Volunteerism is Global Health

  • Crawford, Ana, MD, MSc, FASA
| Jul 06, 2021

ana-crawford_profilephotoAs a member of the ASA-Global Humanitarian Outreach (ASA-GHO) committee, I was recently asked by the representation of retired ASA members for ideas on how to facilitate opportunities for Anesthesiologists no longer in practice. It spurred a realization that there are likely many CSA members seeking opportunities to give back. Initiatives and programs often target our youngest members and trainees, so I am delighted to see the formation of a committee engaging retired members, a powerful group of teachers and advocates for safe and effective peri-operative and critical care. We should harness the engagement of our most experienced colleagues in any way possible. 

With travel restrictions and a pandemic, many discovered opportunities to innovate through developing virtual programs to continue engagement with remote programs.  The pandemic’s lens also magnified obvious health disparities within our own healthcare systems in the United States. In addition to partnerships abroad, ‘global’ is inclusive of local, regional, and national, so includes the development of local volunteerism as much as volunteering abroad.  Daily we see vulnerable and disadvantaged populations in our communities, our schools, our prisons, in our streets and under our bridges. Homeless tent encampments have an uncanny resemblance to slums and ghettos historically associated with far off places. Volunteerism and philanthropy also bring us a sense of purpose - a large component of physician wellness regardless of career stage.

Here are just a few opportunities available to ASA and CSA members, whether residents, fellows, faculty, or retired:

  1. Participate in ASA-GHO remote education programs: The ASA-GHO has programs in both Rwanda and Guyana. These programs are now remote with online webinars, case-discussions, and didactics. Both programs would welcome additional volunteers to teach or participate as co-panelists during webinars. https://www.asahq.org/gho/ghoprograms/overseastrainingprograms

  2. Volunteer as Faculty for the Incarcerated: Incarceration can and should be an opportunity to improve education and civil engagement. Mount Tamalpais is always looking for faculty to teach basic STEM classes. https://www.mttamcollege.org/academics/faculty/

  3. Engage with your local 211: 211 (similar to 911) is a number anyone can call from anywhere in the USA. 211 helps community members with social needs and barriers. It is well recognized that social barriers are often determinants of health outcomes. There are ways to fundraise and promote the services 211 provides. Volunteers should simply engage with their local county's branch. https://www.211.org

  4. Global Health Education through California Academic Anesthesia Programs: Many of the academic training programs in California have robust global health programs. Their work has been featured in the CSA Vital Times in 20202019 and 2018. Global Health programs often have academic partners in limited-resource settings that are now dependent upon remote learning to continue.
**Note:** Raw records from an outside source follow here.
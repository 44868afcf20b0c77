"""Learners, participant-aware bagging and stacking, and the model digest / skops release.

References: scikit-learn 1.9.1 (``BaggingClassifier``, ``StackingClassifier``, the splitters,
``check_estimator``, ``DummyClassifier``), skops 0.16.0 (``get_untrusted_types``, ``loads``
with ``trusted=``) and closed forms. Equalities with scikit-learn are exact (no tolerance):
with the same rows drawn, the same members and the same splits, the same floating-point
operations run in the same order.
"""

import os
import subprocess
import sys
import warnings
from pathlib import Path

import numpy as np
import pytest
import skops.io
from numpy.testing import assert_array_equal
from sklearn.base import BaseEstimator, ClassifierMixin, clone, is_classifier
from sklearn.datasets import load_digits, load_wine
from sklearn.discriminant_analysis import LinearDiscriminantAnalysis
from sklearn.dummy import DummyClassifier
from sklearn.ensemble import BaggingClassifier, RandomForestClassifier, StackingClassifier
from sklearn.linear_model import LogisticRegression
from sklearn.model_selection import (
    GroupKFold,
    StratifiedGroupKFold,
    StratifiedKFold,
    train_test_split,
)
from sklearn.neighbors import KNeighborsClassifier
from sklearn.pipeline import Pipeline, make_pipeline
from sklearn.preprocessing import StandardScaler
from sklearn.svm import LinearSVC
from sklearn.tree import DecisionTreeClassifier
from sklearn.utils.estimator_checks import check_estimator

from cairn_science.learning.canonical import (
    load_release,
    model_digest,
    skops_bytes,
    trusted_types,
)
from cairn_science.learning.ensembles import (
    GroupBaggingClassifier,
    GroupCalibratedClassifier,
    GroupStackingClassifier,
)
from cairn_science.learning.learners import LEARNERS, make_learner
from cairn_science.learning.recurrent import reads_sequences, with_sequence_keys

REPO = Path(__file__).resolve().parents[2]
BAGGING = "cairn_science.learning.ensembles.GroupBaggingClassifier"
STACKING = "cairn_science.learning.ensembles.GroupStackingClassifier"
TREE = "sklearn.tree._tree.Tree"



@pytest.fixture(scope="module")
def wine():
    """load_wine, standardised (178 rows, 13 features, 3 classes), with 12 pseudo-participants
    that each hold rows of every class."""
    X, y = load_wine(return_X_y=True)
    return StandardScaler().fit_transform(X), y, np.arange(y.size) % 12


@pytest.fixture(scope="module")
def digits():
    """The first 400 rows of load_digits (64 features, 10 classes), 8 pseudo-participants."""
    X, y = load_digits(return_X_y=True)
    return X[:400] / 16.0, y[:400], np.arange(400) % 8


def participant_table(n_participants=10, n_classes=3, *, seed=0, between=False):
    """Windowed data as a study has it: each participant gives 2-5 windows per condition
    (within-subject), or all its windows in one condition (``between``). Column 0 is the row
    number (for the spies below); the others are a class effect + a participant offset +
    noise."""
    rng = np.random.default_rng(seed)
    rows, labels, groups = [], [], []
    for p in range(n_participants):
        offset = rng.normal(0.0, 1.0, 4)
        classes = [p % n_classes] if between else range(n_classes)
        for c in classes:
            for _ in range(2 + (p + c) % 4):
                rows.append(offset + 1.5 * c + rng.normal(0.0, 1.0, 4))
                labels.append(c)
                groups.append(f"site-A/P{p:02d}")
    X = np.column_stack([np.arange(len(rows)), np.array(rows)])
    return X, np.array(labels), np.array(groups)


SPY_LOG = []


class RowSpy(ClassifierMixin, BaseEstimator):
    """Test double: remembers the row numbers (column 0 of X) it is fitted on and logs, at
    each predict_proba, (rows fitted on, rows predicted). It predicts its training class
    frequencies."""

    def fit(self, X, y):
        self.classes_ = np.unique(y)
        self.train_rows_ = np.asarray(X[:, 0]).astype(int)
        self.prior_ = np.array([np.mean(y == c) for c in self.classes_])
        return self

    def predict_proba(self, X):
        SPY_LOG.append((self.train_rows_.copy(), np.asarray(X[:, 0]).astype(int)))
        return np.tile(self.prior_, (X.shape[0], 1))

    def predict(self, X):
        return self.classes_[np.argmax(self.predict_proba(X), axis=1)]


# --- bagging against scikit-learn ---------------------------------------------------------

@pytest.mark.parametrize("estimator", [
    LinearDiscriminantAnalysis(),
    make_pipeline(StandardScaler(), KNeighborsClassifier(5)),
    make_pipeline(StandardScaler(), DecisionTreeClassifier(max_features=0.5)),
], ids=["lda", "knn", "random-tree"])
def test_window_bagging_soft_equals_sklearn(wine, estimator):
    """Reference: scikit-learn 1.9.1 BaggingClassifier (bootstrap=True, max_samples=None,
    max_features=1.0), soft voting = mean predict_proba. Our window mode draws from the same
    RandomState stream (per-member seeds, then a discarded feature permutation, then
    randint(0, n, n)), and seeds members' random_state the same way, so the draws, the
    members' random states and the probabilities are exactly equal. The members chosen take
    no sample_weight in fit (a Pipeline does not expose it), so scikit-learn also repeats
    rows rather than weighting them. The random tree (max_features=0.5) checks that nested
    random states are seeded as scikit-learn seeds them."""
    X, y, _ = wine
    sk = BaggingClassifier(estimator, n_estimators=6, random_state=3).fit(X, y)
    ours = GroupBaggingClassifier(estimator, n_estimators=6, sample_by="window",
                                  voting="soft", random_state=3).fit(X, y)
    for theirs, mine in zip(sk.estimators_samples_, ours.draws_, strict=True):
        assert_array_equal(mine, theirs)
    for theirs, mine in zip(sk.estimators_, ours.members_, strict=True):
        states = {k: v for k, v in theirs.get_params().items() if k.endswith("random_state")}
        assert states == {k: mine.get_params()[k] for k in states}
    assert_array_equal(ours.predict_proba(X), sk.predict_proba(X))
    assert_array_equal(ours.predict(X), sk.predict(X))


def test_window_bagging_hard_equals_sklearn_voting(wine):
    """Reference: scikit-learn 1.9.1 BaggingClassifier with a member without predict_proba
    (LinearSVC) "resorts to voting": predict_proba = share of votes, predict = argmax, the
    first class on ties (numpy argmax returns the first maximum). Ours with voting="hard" must
    give exactly the same shares and labels. C=0.01 and 4 members make split votes common;
    the test asserts that some rows do split, so the comparison covers more than unanimous
    votes."""
    X, y, _ = wine
    member = make_pipeline(StandardScaler(), LinearSVC(C=0.01))
    sk = BaggingClassifier(member, n_estimators=4, random_state=5).fit(X, y)
    ours = GroupBaggingClassifier(member, n_estimators=4, sample_by="window", voting="hard",
                                  random_state=5).fit(X, y)
    shares = ours.predict_proba(X)
    assert_array_equal(shares, sk.predict_proba(X))
    assert_array_equal(ours.predict(X), sk.predict(X))
    assert (shares.max(axis=1) < 1.0).any()


def test_hard_vote_ties_go_to_the_first_class():
    """Closed form: with 2 members each voting for the majority class of its own draw
    (DummyClassifier "most_frequent", scikit-learn 1.9.1: the first class on a count tie), a
    row's vote shares are the members' votes / 2, computed here from ``draws_`` and y alone;
    on a 1-1 split ``predict`` must return the class first in ``classes_``. Labels are
    between-subject, so different participant draws have different majorities; the test
    needs at least one seed with a split vote."""
    X, y, groups = participant_table(8, 2, between=True)
    labels = np.array(["high", "low"])[y]  # classes_ = ["high", "low"]
    split_seen = 0
    for seed in range(12):
        bag = GroupBaggingClassifier(DummyClassifier(strategy="most_frequent"),
                                     n_estimators=2, voting="hard",
                                     random_state=seed).fit(X, labels, groups=groups)
        votes = [np.argmax(np.bincount(y[rows], minlength=2)) for rows in bag.draws_]
        expected = np.bincount(votes, minlength=2) / 2.0
        assert_array_equal(bag.predict_proba(X[:3]), np.tile(expected, (3, 1)))
        if votes[0] != votes[1]:
            split_seen += 1
            assert_array_equal(bag.predict(X[:3]), ["high"] * 3)
    assert split_seen > 0


def test_soft_vote_gives_unseen_classes_zero():
    """Closed form: DummyClassifier(strategy="prior") predicts its training class frequencies
    (scikit-learn 1.9.1), so the soft vote of the bagging must be the mean over members of
    bincount(y[draw], minlength=3) / len(draw) -- a member whose draw lacks a class gives it
    0 and still counts in the mean. Between-subject labels with 2 participants per class make
    draws without some class likely; the test requires at least one."""
    X, y, groups = participant_table(6, 3, between=True)
    bag = GroupBaggingClassifier(DummyClassifier(strategy="prior"), n_estimators=8,
                                 random_state=1).fit(X, y, groups=groups)
    freqs = [np.bincount(y[rows], minlength=3) / rows.size for rows in bag.draws_]
    assert any(member.classes_.size < 3 for member in bag.members_)
    np.testing.assert_allclose(bag.predict_proba(X[:4]), np.tile(np.mean(freqs, axis=0), (4, 1)),
                               rtol=0, atol=1e-15)  # sums of 8 floats: rounding only


# --- participant bootstrap ------------------------------------------------------------------

def test_participant_bootstrap_takes_whole_participants():
    """Definition (the brief; cluster bootstrap, Davison & Hinkley 1997, from memory): each
    member's draw is n_participants draws with replacement of participants, each contributing
    all its rows (twice if drawn twice). Checked on what the members were really fitted on
    (the RowSpy's rows), not only on ``draws_``: every participant's rows appear equally often
    (0, 1, 2... times) and the multiplicities add up to the number of participants. Uneven
    window counts per participant make a row-level draw detectable."""
    X, y, groups = participant_table(10, 3)
    bag = GroupBaggingClassifier(RowSpy(), n_estimators=15, random_state=0)
    bag.fit(X, y, groups=groups)
    units = np.unique(groups)
    for member, rows in zip(bag.members_, bag.draws_, strict=True):
        assert_array_equal(member.train_rows_, rows)
        counts = np.bincount(rows, minlength=y.size)
        multiplicity = []
        for unit in units:
            mine = counts[groups == unit]
            assert np.all(mine == mine[0]), f"{unit} partly drawn"
            multiplicity.append(mine[0])
        assert sum(multiplicity) == units.size


def test_participant_bootstrap_share_of_distinct_participants():
    """Closed form: in a bootstrap of n items the expected share of distinct items drawn is
    1 - (1 - 1/n)^n (Efron & Tibshirani 1993, from memory), 0.6386 for n = 10. Over 300
    members the mean share has a standard error of about 0.006 (the per-draw SD is about 0.1);
    tolerance 0.03 (5 SE)."""
    X, y, groups = participant_table(10, 3)
    bag = GroupBaggingClassifier(DummyClassifier(), n_estimators=300, random_state=2)
    bag.fit(X, y, groups=groups)
    shares = [np.unique(groups[rows]).size / 10 for rows in bag.draws_]
    assert abs(np.mean(shares) - (1 - 0.9 ** 10)) < 0.03


def test_window_bootstrap_is_not_by_participant():
    """Control for the test above (common practice, no source): a row bootstrap splits
    participants, i.e. some participant has only part of its rows drawn in some member."""
    X, y, groups = participant_table(10, 3)
    bag = GroupBaggingClassifier(DummyClassifier(), n_estimators=5, sample_by="window",
                                 random_state=0).fit(X, y)
    partial = 0
    for rows in bag.draws_:
        counts = np.bincount(rows, minlength=y.size)
        partial += sum(len(set(counts[groups == u])) > 1 for u in np.unique(groups))
    assert partial > 0


def test_bagging_seed_decides_the_draws():
    """Common practice, no source: the same random_state gives the same draws, another
    gives other draws."""
    X, y, groups = participant_table(10, 3)
    draws = [GroupBaggingClassifier(DummyClassifier(), n_estimators=4, random_state=s)
             .fit(X, y, groups=groups).draws_ for s in (7, 7, 8)]
    assert all(np.array_equal(a, b) for a, b in zip(draws[0], draws[1], strict=True))
    assert not all(np.array_equal(a, b) for a, b in zip(draws[0], draws[2], strict=True))


# --- stacking ---------------------------------------------------------------------------------

def _members():
    return [("lda", LinearDiscriminantAnalysis(solver="lsqr", shrinkage="auto")),
            ("logistic", LogisticRegression(max_iter=5000)),
            ("tree", DecisionTreeClassifier(max_depth=4, random_state=0)),
            ("knn", make_pipeline(StandardScaler(), KNeighborsClassifier(7)))]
CSA members can reach out to these programs and volunteer as teachers and educators to ensure the continued success of these programs.

  5. Medical Board of California Volunteer Physician Registry: Sign up for the state volunteer registry to help California clinics and hospitals in need. https://www.mbc.ca.gov/VPR/

  6. California Medical Assistance Team: Sign up for the California Emergency Medical Services Authority. https://emsa.ca.gov/cal-mat-phase-i-registration/

  7. Learn about and Support California’s Native American Tribes: http://nahc.ca.gov/resources/california-indian-history/

  8. Support California Health Programs for Indian Health Service: https://www.ihs.gov/california/index.cfm/health-programs/health-programs/

Whether starting out as an anesthesia trainee or wrapping up a long career, physician anesthesiologists have a specialized, invaluable, skillset benefiting patients, communities, and healthcare systems in many ways. From educating other anesthesiologists, to lowering the social barriers, to strengthening emergency response systems, any engagement can be valuable and benefit the lives of others. Opportunities to make an impact are available throughout our careers and thereafter – helping our patients, our communities, and our own wellbeing.